PROVIDED RECORDS:
-.-.-
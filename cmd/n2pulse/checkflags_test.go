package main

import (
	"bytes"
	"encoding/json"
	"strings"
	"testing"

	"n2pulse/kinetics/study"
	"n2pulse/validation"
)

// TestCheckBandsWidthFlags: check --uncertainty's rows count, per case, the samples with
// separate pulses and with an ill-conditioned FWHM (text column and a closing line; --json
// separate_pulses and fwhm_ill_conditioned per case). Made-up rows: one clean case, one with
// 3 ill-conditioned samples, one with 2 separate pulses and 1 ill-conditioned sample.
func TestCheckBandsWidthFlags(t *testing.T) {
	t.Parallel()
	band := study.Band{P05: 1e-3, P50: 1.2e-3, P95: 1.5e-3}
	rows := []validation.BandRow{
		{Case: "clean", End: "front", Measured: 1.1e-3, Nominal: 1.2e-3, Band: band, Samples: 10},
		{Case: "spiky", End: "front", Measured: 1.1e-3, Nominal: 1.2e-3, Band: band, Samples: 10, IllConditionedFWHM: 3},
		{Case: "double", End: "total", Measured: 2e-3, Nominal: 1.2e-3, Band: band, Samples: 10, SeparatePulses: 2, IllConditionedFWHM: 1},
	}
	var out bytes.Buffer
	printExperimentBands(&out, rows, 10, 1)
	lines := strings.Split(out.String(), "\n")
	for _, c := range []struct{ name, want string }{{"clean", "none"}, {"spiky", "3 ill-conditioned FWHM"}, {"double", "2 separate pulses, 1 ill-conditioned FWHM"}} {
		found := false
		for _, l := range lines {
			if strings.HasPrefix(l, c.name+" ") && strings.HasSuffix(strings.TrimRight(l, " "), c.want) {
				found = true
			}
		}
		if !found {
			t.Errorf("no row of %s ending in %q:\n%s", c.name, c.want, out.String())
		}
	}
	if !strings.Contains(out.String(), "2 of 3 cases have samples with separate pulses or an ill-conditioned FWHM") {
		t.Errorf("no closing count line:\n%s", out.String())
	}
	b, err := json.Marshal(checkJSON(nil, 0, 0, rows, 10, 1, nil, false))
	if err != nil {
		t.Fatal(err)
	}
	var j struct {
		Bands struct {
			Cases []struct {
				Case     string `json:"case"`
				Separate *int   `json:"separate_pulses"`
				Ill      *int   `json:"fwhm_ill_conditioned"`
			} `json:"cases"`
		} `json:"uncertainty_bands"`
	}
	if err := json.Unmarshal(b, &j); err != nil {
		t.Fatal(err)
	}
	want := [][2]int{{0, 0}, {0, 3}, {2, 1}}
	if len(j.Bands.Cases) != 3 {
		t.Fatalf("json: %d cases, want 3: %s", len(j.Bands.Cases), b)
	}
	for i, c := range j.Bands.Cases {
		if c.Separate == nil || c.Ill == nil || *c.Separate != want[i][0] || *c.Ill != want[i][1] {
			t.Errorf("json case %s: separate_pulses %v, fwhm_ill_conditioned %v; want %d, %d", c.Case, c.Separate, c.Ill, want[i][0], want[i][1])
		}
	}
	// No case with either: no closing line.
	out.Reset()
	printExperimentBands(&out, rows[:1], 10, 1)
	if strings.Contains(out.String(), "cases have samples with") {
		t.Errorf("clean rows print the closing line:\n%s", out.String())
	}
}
-.-.-
TASK ITEM: Throughout the material above, find every line holding "closing" and copy it.

FINAL ANSWER:
// separate pulses and with an ill-conditioned FWHM (text column and a closing line; --json
		t.Errorf("no closing count line:\n%s", out.String())
	// No case with either: no closing line.
		t.Errorf("clean rows print the closing line:\n%s", out.String())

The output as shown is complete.